Lunchbreak: Cooking up Change winner Marina Nava makes chicken rancheros
Yield: 6 servings
12 oz pre-cooked chicken breast strips
6 Tbs salsa
3 Tbs cilantro, chopped
1 tsp Cajun seasoning
1 1/2 tsp soy sauce
1 1/2 tsp Dijon mustard
60 tortilla chips
3 Tbs canned jalapeño peppers, diced
3 tsp cheddar cheese, shredded
3 tsp mozzarella cheese, shredded
Preheat oven to 375F. Place chicken strips in medium-sized pot over medium-low heat. Add salsa, soy sauce, Cajun seasoning and Dijon mustard. Stir to combine. Bring chicken mixture to a low simmer and cook, stirring occasionally, until flavorful and tender, about 10-15 minutes. Once mixture is fully heated, reduce heat to low. Meanwhile, layer tortilla chips on an oven-proof serving dish. Layer chicken mixture on top of chips, then add mozzarella and cheddar cheese. Bake at 375 for 5 to 10 minutes or until cheese is melted. Garnish with cilantro and jalapeños. Serve immediately.

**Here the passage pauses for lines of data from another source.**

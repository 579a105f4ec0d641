import type { MigrationInterface, QueryRunner } from "typeorm";

interface Snapshot {
  rows: { included: boolean }[];
  filterWords: string;
}

export class TableVersions1796130000011 implements MigrationInterface {
  name = "TableVersions1796130000011";

  public async up(queryRunner: QueryRunner): Promise<void> {
    await queryRunner.query(
      `CREATE TABLE \`fitting_table_version\` (\`slug\` varchar(24) NOT NULL, \`version\` int UNSIGNED NOT NULL, \`createdAt\` datetime(6) NOT NULL, \`releaseNumber\` int UNSIGNED NULL, \`recipe\` json NOT NULL, \`filterWords\` varchar(2000) NOT NULL, \`digest\` char(64) NOT NULL, \`rowsIn\` int UNSIGNED NOT NULL, \`rowsOut\` int UNSIGNED NOT NULL, \`lastEventSequence\` int UNSIGNED NOT NULL, \`lastEventDigest\` char(64) NOT NULL, \`lastEventAt\` datetime(6) NOT NULL, \`licence\` varchar(120) NOT NULL, \`demonstration\` tinyint NOT NULL, \`decisions\` json NOT NULL, \`mixtures\` json NOT NULL, \`sets\` json NOT NULL, \`lines\` json NOT NULL, \`cautions\` json NOT NULL, \`columns\` json NOT NULL, \`methods\` mediumtext NOT NULL, \`figure\` mediumtext NOT NULL, PRIMARY KEY (\`slug\`, \`version\`)) ENGINE=InnoDB`,
    );
    await queryRunner.query(
      `CREATE TABLE \`fitting_table_row\` (\`slug\` varchar(24) NOT NULL, \`version\` int UNSIGNED NOT NULL, \`position\` int UNSIGNED NOT NULL, \`constraintId\` int UNSIGNED NOT NULL, \`included\` tinyint NOT NULL, \`citationKey\` varchar(80) CHARACTER SET "ascii" COLLATE "ascii_bin" NOT NULL, \`content\` mediumtext NOT NULL, \`cells\` json NULL, \`latex\` text NULL, \`paper\` mediumtext NOT NULL, \`record\` mediumtext NOT NULL, INDEX \`IDX_f5a484bf049a7f992805bec538\` (\`constraintId\`), INDEX \`rows_by_paper\` (\`slug\`, \`version\`, \`citationKey\`), PRIMARY KEY (\`slug\`, \`version\`, \`position\`)) ENGINE=InnoDB`,
    );
    await queryRunner.query(
      `ALTER TABLE \`fitting_table\` ADD \`visibility\` varchar(10) NOT NULL DEFAULT 'public'`,
    );
    await queryRunner.query(
      `ALTER TABLE \`fitting_table\` ADD \`version\` int UNSIGNED NOT NULL DEFAULT '0'`,
    );
    await queryRunner.query(`ALTER TABLE \`fitting_table\` ADD \`adaptedFrom\` varchar(24) NULL`);
    await queryRunner.query(
      `ALTER TABLE \`fitting_table\` ADD \`notify\` tinyint NOT NULL DEFAULT 0`,
    );
    await queryRunner.query(
      `ALTER TABLE \`fitting_table\` ADD \`rowsIn\` int UNSIGNED NOT NULL DEFAULT '0'`,
    );
    await queryRunner.query(
      `ALTER TABLE \`fitting_table\` ADD \`rowsOut\` int UNSIGNED NOT NULL DEFAULT '0'`,
    );
    await queryRunner.query(
      `ALTER TABLE \`fitting_table\` ADD \`filterWords\` varchar(2000) NOT NULL DEFAULT ''`,
    );
    await queryRunner.query(
      `ALTER TABLE \`fitting_table\` ADD \`releaseNumber\` int UNSIGNED NULL`,
    );
    await queryRunner.query(`ALTER TABLE \`fitting_table\` MODIFY \`snapshot\` json NULL`);
    await queryRunner.query(
      `ALTER TABLE \`fitting_table_version\` ADD CONSTRAINT \`FK_c4846453ac1027c6426e6e1dec4\` FOREIGN KEY (\`slug\`) REFERENCES \`fitting_table\`(\`slug\`) ON DELETE RESTRICT ON UPDATE NO ACTION`,
    );
    await this.fillFacts(queryRunner);
  }

  /** What lists of tables show, out of the content of those saved before. */
  private async fillFacts(queryRunner: QueryRunner): Promise<void> {
    const saved: { slug: string; snapshot: string | Snapshot }[] = await queryRunner.query(
      "SELECT slug, snapshot FROM fitting_table WHERE snapshot IS NOT NULL",
    );
    for (const { slug, snapshot } of saved) {
      const { rows, filterWords } =
        typeof snapshot === "string" ? (JSON.parse(snapshot) as Snapshot) : snapshot;
      const rowsIn = rows.filter(({ included }) => included).length;
      await queryRunner.query(
        "UPDATE fitting_table SET rowsIn = ?, rowsOut = ?, filterWords = ? WHERE slug = ?",
        [rowsIn, rows.length - rowsIn, filterWords.slice(0, 2000), slug],
      );
    }
  }

  public async down(queryRunner: QueryRunner): Promise<void> {
    await queryRunner.query(
      `ALTER TABLE \`fitting_table_version\` DROP FOREIGN KEY \`FK_c4846453ac1027c6426e6e1dec4\``,
    );
    await queryRunner.query(`ALTER TABLE \`fitting_table\` MODIFY \`snapshot\` json NOT NULL`);
    await queryRunner.query(`ALTER TABLE \`fitting_table\` DROP COLUMN \`releaseNumber\``);
    await queryRunner.query(`ALTER TABLE \`fitting_table\` DROP COLUMN \`filterWords\``);
    await queryRunner.query(`ALTER TABLE \`fitting_table\` DROP COLUMN \`rowsOut\``);
    await queryRunner.query(`ALTER TABLE \`fitting_table\` DROP COLUMN \`rowsIn\``);
    await queryRunner.query(`ALTER TABLE \`fitting_table\` DROP COLUMN \`notify\``);
    await queryRunner.query(`ALTER TABLE \`fitting_table\` DROP COLUMN \`adaptedFrom\``);
    await queryRunner.query(`ALTER TABLE \`fitting_table\` DROP COLUMN \`version\``);
    await queryRunner.query(`ALTER TABLE \`fitting_table\` DROP COLUMN \`visibility\``);
    await queryRunner.query(`DROP INDEX \`rows_by_paper\` ON \`fitting_table_row\``);
    await queryRunner.query(
      `DROP INDEX \`IDX_f5a484bf049a7f992805bec538\` ON \`fitting_table_row\``,
    );
    await queryRunner.query(`DROP TABLE \`fitting_table_row\``);
    await queryRunner.query(`DROP TABLE \`fitting_table_version\``);
  }
}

Be sure to simmer chicken, not boil, so that the flavors will marry.
Make sure that the chicken is at the correct temperature so that it will melt the cheese.
Make sure you have all of your ingredients ready before plating (mise en place).
Don’t be heavy with the salt because the tortillas chips are already salted and it will cause your finished dish to be too salty.
Plate right before service or the chips will get soggy.